I just got back from a lunchtime (okay so it went a little longer than expected) trip to the bike shop. I tested a 2013 Domane 5.2 they have on closeout. My goodness that is one incredible bike. I have owned a few (Felt F85, Cervelo R3, Specialized Roubaix) and tested a bunch over the years (including the Cervelo S5, S3, S2, R5, Venge, Caad 10, Tarmac, Felt F2, F6, Argon 18 Gallium, Litespeed C1, Crux, Ridley X-Fire, etc.) and that is easily one of the all-around best riding bikes I have ridden and some of most fun I have had testing a bike. 

I was expecting the comfort, which was pretty impressive man (I've never ridden a bike that felt more comfortable going faster over large bumps, cracks and potholes than it did going slower over them...it was crazy), but what really blew me away was how easily this bike accelerated in and out of the saddle and how it felt when climbing with urgency. This bike with low end wheels felt significantly better on climbs than my old Cervelo R3 with Zipp 101s and I can't think of a better compliment. It also felt as good as some aero/race bikes in the sprint and under wattage and that completely blew my mind. I now see why Nizzolo is sprinting on it full-time this year instead of the more "aero" and race oriented Madone. 

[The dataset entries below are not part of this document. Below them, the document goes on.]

"""The synthetic-log generator: deterministic, arms by the frozen contract, the spec's column names, faults as documented."""

from __future__ import annotations

import numpy as np
import pandas as pd
import pytest

from armlock.assign import arm_for, spec_from_dict
from armlock.audit.synth import FAULTS, generate, write_logs

SPEC = spec_from_dict({"name": "synth", "salt": "synth-salt", "start": "2026-03-02T00:00:00Z",
                       "arms": [{"name": "holdout", "weight": 1000}, {"name": "exposed", "weight": 9000}]})


def test_same_seed_same_logs_other_seed_other_logs() -> None:
    a, b = generate(SPEC, units=3000, seed=4), generate(SPEC, units=3000, seed=4)
    pd.testing.assert_frame_equal(a.visits, b.visits)
    pd.testing.assert_frame_equal(a.exposures, b.exposures)
    c = generate(SPEC, units=3000, seed=5)
    assert not a.visits["first_seen"].equals(c.visits["first_seen"])


def test_arms_follow_the_contract_and_ids_are_unique() -> None:
    logs = generate(SPEC, units=5000, seed=1, faults=("cookie_churn",))
    v = logs.visits
    assert v["unit_id"].is_unique
    sample = v.sample(300, random_state=0)
    assert [arm_for(SPEC, u) for u in sample["unit_id"]] == sample["arm"].astype(str).tolist()
    assert set(v["spec_fingerprint"].astype(str)) == {SPEC.fingerprint}
    assert v["first_seen"].is_monotonic_increasing
    assert (v["first_seen"] >= pd.Timestamp(SPEC.start)).all()


def test_mixes_are_generic_and_invented() -> None:
    v = generate(SPEC, units=20_000, seed=2).visits
    assert set(v["browser_family"].cat.categories) == {"chromium-based", "webkit", "gecko", "other"}
    assert set(v["country"].astype(str)) <= {"US", "GB", "DE", "FR", "CA", "NL", "ES", "IT"}  # ISO 3166-1 alpha-2
    share = v["browser_family"].value_counts(normalize=True)
    assert 0.55 < share["chromium-based"] < 0.69 and 0.2 < share["webkit"] < 0.32


def test_no_exposure_in_the_holdout_without_faults() -> None:
    logs = generate(SPEC, units=5000, seed=3)
    holdout = set(logs.visits.loc[logs.visits["arm"] == "holdout", "unit_id"])
    assert not holdout & set(logs.exposures["unit_id"])
    assert set(logs.exposures["event_kind"].astype(str)) == {"impression", "click"}


def test_exposure_rows_scale_with_events_per_unit() -> None:
    logs = generate(SPEC, units=4000, seed=3, events_per_unit=10.0)
    assert 0.9 * 40_000 < len(logs.exposures) < 1.1 * 40_000


def test_unknown_fault_is_refused() -> None:
    with pytest.raises(ValueError, match="unknown fault"):
        generate(SPEC, units=100, faults=("gremlins",))
    assert FAULTS == ("browser_loss", "leakage", "pre_exposure", "cookie_churn", "imbalance")


def test_browser_loss_removes_only_holdout_units_on_one_browser() -> None:
    clean = generate(SPEC, units=20_000, seed=6).visits
    lossy = generate(SPEC, units=20_000, seed=6, faults=("browser_loss",))
    gone = clean[~clean["unit_id"].isin(set(lossy.visits["unit_id"]))]
    assert len(gone) == lossy.truth["lost_units"] > 0
    assert set(gone["arm"].astype(str)) == {"holdout"}
    assert set(gone["browser_family"].astype(str)) == {"webkit"}


def test_write_logs_round_trips(tmp_path) -> None:  # type: ignore[no-untyped-def]
    logs = generate(SPEC, units=1000, seed=7)
    for fmt in ("csv", "csv.gz", "parquet"):
        paths = write_logs(logs, tmp_path / fmt.replace(".", "_"), fmt)
        assert set(paths) == {"visits", "exposures", "identities"}
        back = pd.read_parquet(paths["visits"]) if fmt == "parquet" else pd.read_csv(paths["visits"], dtype=str)
        assert back["unit_id"].tolist() == logs.visits["unit_id"].tolist()
    with pytest.raises(ValueError):
        write_logs(logs, tmp_path, "xlsx")
    assert np.isfinite(logs.visits["pre_revenue"]).all()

Before some of you pass judgment and say Trek makes inferior products or there are too many of these on the road, go try it and see for yourself. For my money and riding style, I don't know that there is anything better out there. One more test ride this week and I should have my mind made up and, after today, it will be tough to topple the Domane. Thank you to the folks that recommended it!


----------



## r1lee (Jul 22, 2012)

told you so.. it's a wonderful bike. Everyone who has test ridden one has walked away feeling the same way. 

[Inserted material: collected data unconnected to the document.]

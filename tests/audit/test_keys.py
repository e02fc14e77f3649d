"""audit.keys: integer keys of text ids and exact duplicate rows, checked against pandas and plain Python."""

from __future__ import annotations

from pathlib import Path

import numpy as np
import pandas as pd
import pyarrow as pa
import pyarrow.compute as pc
import pyarrow.parquet as pq
import pytest
from hypothesis import given, settings
from hypothesis import strategies as st

from armlock.assign import InputError
from armlock.shared import keys
from armlock.shared.read import Source, read_times


@settings(max_examples=200, deadline=None)
@given(st.lists(st.tuples(st.integers(0, 6), st.integers(-3, 3), st.integers(-(2**63), 2**63 - 1)), max_size=60),
       st.integers(0, 2))
def test_duplicate_rows_equal_pandas_duplicated(rows: list[tuple[int, int, int]], repeat: int) -> None:
    # Reference: pandas.DataFrame.duplicated (keep="first"), a general-purpose library's definition.
    rows = rows + rows[: repeat * len(rows) // 3]
    a = np.array([r[0] for r in rows], dtype=np.int64)
    b = np.array([r[1] for r in rows], dtype=np.int8)
    c = np.array([r[2] for r in rows], dtype=np.int64)
    ref = pd.DataFrame({"a": a, "b": b, "c": c}).duplicated().to_numpy()
    assert (keys.duplicate_rows(a, b, c) == ref).all()


@settings(max_examples=100, deadline=None)
@given(st.lists(st.tuples(st.integers(0, 5), st.integers(0, 3), st.integers(0, 2)), max_size=80))
def test_duplicate_rows_of_a_time_sorted_log(rows: list[tuple[int, int, int]]) -> None:
    # A first key that never decreases (a log sorted by time) takes the path that looks only at
    # runs of equal times; the answer must still be pandas' (keep="first").
    rows = sorted(rows, key=lambda r: r[0])
    t, u, c = (np.array([r[i] for r in rows], dtype=np.int64) for i in range(3))
    ref = pd.DataFrame({"t": t, "u": u, "c": c}).duplicated().to_numpy()
    assert (keys.duplicate_rows(t, u, c) == ref).all()


def test_duplicate_rows_when_mixes_collide(monkeypatch: pytest.MonkeyPatch) -> None:
    # With every multiplier 0 all rows share one mix: the exact comparison alone must decide.
    monkeypatch.setattr(keys, "_MULTIPLIERS", (0,))
    rng = np.random.default_rng(3)
    a, t = rng.integers(0, 5, 2_000), rng.integers(0, 5, 2_000)
    ref = pd.DataFrame({"a": a, "t": t}).duplicated().to_numpy()
    assert ref.sum() > 0 and (~ref).sum() > 0
    assert (keys.duplicate_rows(a, t) == ref).all()


def test_duplicate_rows_of_a_log_appended_twice() -> None:
    rng = np.random.default_rng(4)
    a, t = rng.integers(0, 10**6, 50_000), rng.integers(0, 2**60, 50_000)
    dup = keys.duplicate_rows(np.concatenate([a, a]), np.concatenate([t, t]))
    assert not dup[:50_000].any() and dup[50_000:].all()


def test_positions_and_unit_codes_match_a_dictionary() -> None:
    visits = pd.Series(["u1", "", "naïve", "𝔘2", "a,b", "x\ny"], dtype="str")
    ids = pd.Series(["𝔘2", "zz", "u1", "zz", "", "q", "x\ny", "U1"], dtype="str")
    where = {v: i for i, v in enumerate(visits)}
    pos = keys.positions(ids, keys.arrow_ids(visits).combine_chunks())
    assert pos.tolist() == [where.get(i, -1) for i in ids]
    codes = keys.unit_codes(ids, pos, len(visits))
    for i in range(len(ids)):
        for j in range(len(ids)):
            assert (codes[i] == codes[j]) == (ids[i] == ids[j])
    assert (codes[pos < 0] >= len(visits)).all()


def test_positions_in_slices_equal_one_lookup() -> None:
    visits = pd.Series([f"v{i}" for i in range(5_000)], dtype="str")
    ids = pd.Series([f"v{i}" for i in np.random.default_rng(5).integers(0, 6_000, 1_200_000)], dtype="str")
    vset = keys.arrow_ids(visits).combine_chunks()
    sliced = keys.positions(ids, vset)  # above a million ids: in slices on threads
    expected = np.array([int(s[1:]) if int(s[1:]) < 5_000 else -1 for s in ids[:2_000]])
    assert (sliced[:2_000] == expected).all()
    assert ((sliced >= 0) == ids.map(lambda s: int(s[1:]) < 5_000).to_numpy()).all()


@settings(max_examples=100, deadline=None)
@given(st.lists(st.sampled_from(["a", "b", "", "𝔘", "a,b", "x\ny", "NA"]), max_size=40))
def test_repeated_rows_of_one_column_equal_pandas_duplicated(ids: list[str]) -> None:
    # Reference: pandas.Series.duplicated (keep="first").
    s = pd.Series(ids, dtype="str")
    assert keys.repeated_rows(s).tolist() == s.astype(object).duplicated().tolist()


def test_repeated_rows_across_chunks() -> None:
    s = pd.Series(pd.arrays.ArrowStringArray(pa.chunked_array([["a", "b"], ["b", "c", "a"], []])))
    assert keys.repeated_rows(s).tolist() == [False, False, True, False, True]


def test_ns_of_reads_any_unit() -> None:
    s = pd.Series(pd.to_datetime(["2026-01-05T00:00:00.000001Z", "1970-01-01T00:00:01Z"], utc=True, format="ISO8601"))
    assert keys.ns_of(s).tolist() == [pd.Timestamp("2026-01-05T00:00:00.000001Z").value, 10**9]
    assert keys.ns_of(s.dt.as_unit("us")).tolist() == keys.ns_of(s).tolist()


@pytest.mark.parametrize("unit", ["s", "ms", "us", "ns"])
def test_zoned_parquet_times_in_every_unit(tmp_path: Path, unit: str) -> None:
    # Parquet timestamps with a zone take Arrow's direct cast; the instant is kept whatever the zone.
    when = pd.Timestamp("2026-01-05T10:00:00+01:00")
    table = pa.table({"t": pa.array([when, None], type=pa.timestamp(unit, "Europe/Berlin"))})
    pq.write_table(table, tmp_path / "t.parquet")
    out = read_times(Source(tmp_path / "t.parquet", "visits"), pq.read_table(tmp_path / "t.parquet"), "t", [])
    assert str(out.dtype) == "datetime64[ns, UTC]"
    assert out.iloc[0] == pd.Timestamp("2026-01-05T09:00:00Z") and pd.isna(out.iloc[1])


def test_zoned_parquet_times_out_of_range_name_the_row(tmp_path: Path) -> None:
    import datetime as dt

    far = dt.datetime(2300, 1, 1, tzinfo=dt.UTC)
    table = pa.table({"t": pa.array([dt.datetime(2026, 1, 1, tzinfo=dt.UTC), far], type=pa.timestamp("us", "UTC"))})
    pq.write_table(table, tmp_path / "t.parquet")
    with pytest.raises(InputError, match=r"t.parquet: column 't' has 1 time\(s\) outside the years 1678-2261 "
                                         r"\(first: row 2"):
        read_times(Source(tmp_path / "t.parquet", "visits"), pq.read_table(tmp_path / "t.parquet"), "t", [])


@settings(max_examples=150, deadline=None)
@given(st.lists(st.sampled_from(["a", "b", "ü", "", "a ", "B", "𝔘"]), max_size=12),
       st.lists(st.sampled_from(["a", "b", "ü", "", "a ", "B", "𝔘", "c", "d", "e", "f"]), min_size=1, max_size=40),
       st.booleans())
def test_positions_of_few_ids_equal_arrow_index_in(ids: list[str], visits: list[str], with_null: bool) -> None:
    # Reference: pyarrow.compute.index_in (Apache Arrow): the first row of the value set holding each
    # id. With at most half as many ids as the value set (repeats and nulls included), `positions`
    # builds its hash set over the ids instead; the answer must not change.
    arr = pa.chunked_array([pa.array(ids + ([None] if with_null else []), pa.large_string())])
    vset = pa.array(visits + ([None] if with_null and len(visits) % 2 else []), pa.large_string())
    ref = pc.fill_null(pc.index_in(arr, value_set=vset), -1).to_numpy()
    assert keys.positions(arr, vset).tolist() == ref.tolist()
    codes, uniq = keys.distinct_codes(arr)
    assert uniq.take(pa.array(codes)).to_pylist() == arr.to_pylist()
    assert keys.positions(uniq, vset, distinct=True).tolist() == pc.fill_null(
        pc.index_in(uniq, value_set=vset), -1).to_numpy().tolist()


@settings(max_examples=200, deadline=None)
@given(st.lists(st.tuples(st.text(alphabet="ab\u00fc\u20ac", min_size=2, max_size=2),
                          st.text(alphabet="xy\u00e9", min_size=0, max_size=2)), max_size=40), st.booleans())
def test_repeated_rows_equal_pandas_duplicated(rows: list[tuple[str, str]], sliced: bool) -> None:
    # Reference: pandas' Series.duplicated and DataFrame.duplicated (keep="first"). Ids of one byte
    # length take the path that compares their bytes as words, others are numbered; two characters
    # of 1-3 bytes each, and texts of 0-2 characters, give every path alone and mixed.
    frame = pd.DataFrame({"u": [r[0] for r in rows], "c": [r[1] for r in rows]}, dtype="str")
    if sliced:
        frame = frame.iloc[1::2]
    assert keys.repeated_rows(frame["u"]).tolist() == frame["u"].duplicated().tolist()
    assert keys.repeated_rows(frame["c"]).tolist() == frame["c"].duplicated().tolist()
    assert keys.repeated_rows(frame["u"], frame["c"]).tolist() == frame.duplicated().tolist()


@settings(max_examples=100, deadline=None)
@given(st.lists(st.sampled_from(["a", "b", "ü", "", "a ", "B", "𝔘", "c", "zz"]), max_size=30),
       st.lists(st.sampled_from(["a", "b", "ü", "", "a ", "B", "𝔘", "c", "d", "e"]), unique=True, max_size=10),
       st.booleans())
def test_duckdb_unit_rows_equal_arrow_index_in(ids: list[str], units: list[str], with_null: bool) -> None:
    # Reference: pyarrow.compute.index_in (Apache Arrow). The DuckDB engine's readout finds each
    # order's unit with DuckDB's hash join (`engine_duckdb.unit_rows`); the units are distinct (the
    # visits' loader keeps one row per unit), and an id that is null, or in no unit, gets -1.
    from armlock.shared.engine_duckdb import unit_rows

    arr = pa.array(ids + ([None] if with_null else []), pa.large_string())
    vset = pa.array(units, pa.large_string())
    ref = pc.fill_null(pc.index_in(arr, value_set=vset), -1).to_numpy()
    assert unit_rows(arr, vset).tolist() == ref.tolist()
    assert unit_rows(pd.Series(ids, dtype="str"), vset).tolist() == ref[:len(ids)].tolist()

can't wait till august till i get a Boone.


----------



## Rashadabd (Sep 17, 2011)

r1lee said:


> told you so.. it's a wonderful bike. Everyone who has test ridden one has walked away feeling the same way.
> 
> can't wait till august till i get a Boone.


That looks nice as well and I now completely understand why they based the Boone and Crockett on the Domane platform. It's just a great bike.


----------



## Gaspasser1 (Jan 28, 2012)

Yes sir. Ridden about ten different bikes and the Domane was by far most comfortable yet still racy bike. Trek has done an outstanding job on this one!! I want the 6series P1 Domane.


----------



## Flieger67 (Oct 26, 2013)

Glad that you had a good ride. I think Trek has done a fantastic job on the Domane. 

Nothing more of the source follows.